Jenny Farkle’s dad had been on a hundred-dollar bender when he’d made the big mistake of telling Officer Banes just where he could shove his nightstick, and then pulled out a knife to emphasize the point. Officer Banes took issue with Mister Farkle’s characterization of the situation, and had two of his officers first disarm him, and then hold him while Officer Banes adjusted Mister Farkle’s knees, elbows, gut, groin and the right side of his head before dropping him just over the county line at midnight, and told him never to come back. Jenny Farkle hadn’t been upset about this; quite the opposite, in fact. She smiled every day for a week and blossomed that year. And while her mom never got divorced from him (they were hellfire Baptists), Jenny and her mom became shining stars in town for their volunteer work and other social circle events without “Mister Drunkle” sucking away their money and souls.
Yeah, Officer Banes could use that force of nature inside him for good. But it didn’t mean you didn’t have to worry when he stopped at your driveway.
Dad smiled at him. “Stay here,” he said. “Don’t get out of this car unless he or I tell you to.”
“Okay,”
Dad got out, still smiling. “Officer Banes!” he said with a jaunty air as he climbed out of the driver’s seat and sauntered down the driveway. “Good thing you caught us! We were just going to do a little hunting for the weekend.”
“Really? You don’t have to work, Bob?”
“Playing hooky, Ed. You know . . .” Dad started talking low. Then Officer Banes talked even lower. I wished I could be a fly around them and hear what they said, but after just a few seconds Officer Banes started laughing, looking over at me, then laughing again. Were we in the clear?

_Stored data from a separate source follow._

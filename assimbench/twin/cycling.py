"""The twin experiment as jitted programs: start-up and one chunk of cycles.

Cycle k (k = 1, 2, ...) ends at model time k * interval. In one chunk of L
cycles the truth is integrated and observed first (one scan), then the filter
cycles over those observations (a second scan): forecast every member from the
previous analysis with the forecast model (by default the truth model), then
analyse with y_k. Scores compare the truth's resolved variables (all of a
single-scale model; the slow ones of a two-scale truth) with the same
variables of the members.

Randomness is keyed by the replicate key and the absolute cycle number only,
never by the chunk, so results do not depend on the chunk length:

    replicate key  r = fold_in(PRNGKey(seed), replicate)
    first guess    fold_in(r, 0)   truth start, before spin-up
    observations   fold_in(fold_in(r, 1), k)   noise of y_k
    ensemble       fold_in(r, 2)   initial ensemble
    filter         fold_in(fold_in(r, 3), k)   filter randomness at cycle k (0 for init)
    diagnostics    fold_in(fold_in(r, 4), k)   noise of the observation rank histogram
    model error    fold_in(fold_in(r, 5), k)   additive noise of the truth (when switched on)
    outages        fold_in(fold_in(r, 6), k)   stations out at cycle k (k = 0: before the first)

Truth and observations depend on (seed, replicate, model, observation
settings, truth model error) alone, so every filter and every setting run on a
seed sees the same data: differences between them are paired. The
:func:`experiment_key` of a run is a hash of exactly those inputs; result
files store it and the report pairs runs by it only.

The initial ensemble is the spun-up truth at time 0 plus independent
N(0, initial_spread^2) noise on every variable of every member (scaled per
variable by the forecast model's spread_scale where it has one).
"""

from typing import NamedTuple

import jax
import jax.numpy as jnp

from assimbench.estimation.parameters import make_member_forecast
from assimbench.filters.base import Filter
from assimbench.integrators import make_model_flow
from assimbench.io.provenance import content_hash
from assimbench.models.base import Model
from assimbench.observations.operators import ObservationOperator
from assimbench.observations.outages import first_outages, next_outages, scheduled
from assimbench.twin.diagnostics import (
    ensemble_mean_and_spread,
    make_cycle_diagnostics,
    rank_perturbations,
    series_catalogue,
)

# The version of the way truth and observations are drawn from their inputs: part of every
# experiment key, so files made by a changed scheme are never paired with older ones.
TRUTH_SCHEME = 1


class TwinSetup(NamedTuple):
    """The static parts of an experiment (they fix shapes and code paths).

    model: the truth model; steps_per_cycle: its steps per analysis interval;
    diagnostics: optional diagnostic groups (see diagnostics.OPTIONAL);
    fields: optional stored fields, a subset of FIELDS; forecast_model: the
    model the filter forecasts with (None: the truth model, a perfect-model
    experiment) and forecast_steps its steps per interval; truth_noise: the
    truth gets additive model error, N(0, truth_noise_std^2 I) per interval;
    smoother_lag: K > 0 when the filter carries a fixed-lag smoother
    (:mod:`assimbench.filters.smoother`), whose errors at lags 1 .. K are scored;
    filter_operator: the network as the filter sees it when its assumed
    errors differ from the truth's (None: ``operator``), for the diagnostics;
    estimated: the forecast model's parameters the filter estimates
    (assimbench/estimation): each member is forecast with its own values.
    """

    model: Model
    operator: ObservationOperator
    filter: Filter
    steps_per_cycle: int
    diagnostics: tuple = ()
    fields: tuple = ()
    forecast_model: Model | None = None
    forecast_steps: int = 0
    truth_noise: bool = False
    smoother_lag: int = 0
    filter_operator: ObservationOperator | None = None
    estimated: tuple = ()

    @property
    def assimilated_operator(self) -> ObservationOperator:
        return self.operator if self.filter_operator is None else self.filter_operator

    @property
    def forecaster(self) -> Model:
        return self.model if self.forecast_model is None else self.forecast_model

    @property
    def forecaster_steps(self) -> int:
        return self.steps_per_cycle if self.forecast_model is None else self.forecast_steps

Pop came back a few minutes later. Officer Banes was still in our driveway, writing something down on a pad of paper.
“Well?” I asked when Dad got back in the pickup truck.
“I told him I was forcing you to go on a hunting trip, make you do something a little more masculine besides going into that shed all the time and tinkering with your wings.”
“Dad!”
“Just shut it. We’re fine. Banes and I go way back. He’s got a nephew who’d rather knit than shoot anything, so he gets it. You just act all eager to go hunting when he comes up to the door in a few seconds, and . . .”
A shadow loomed over me. Officer Banes was in our garage, his gut pushing up against the door. He looked down at me, smiling.
“Roll this down, wouldja boy?” he said.
I pumped my arm in a circle as I rolled the window. Boy, Jane, I am so glad I don’t hafta do that now, with my arm in the shape it’s in! God bless the man who invented power windows, you know? Well, I rolled it down and Officer Banes just looked me in the eye for a few seconds.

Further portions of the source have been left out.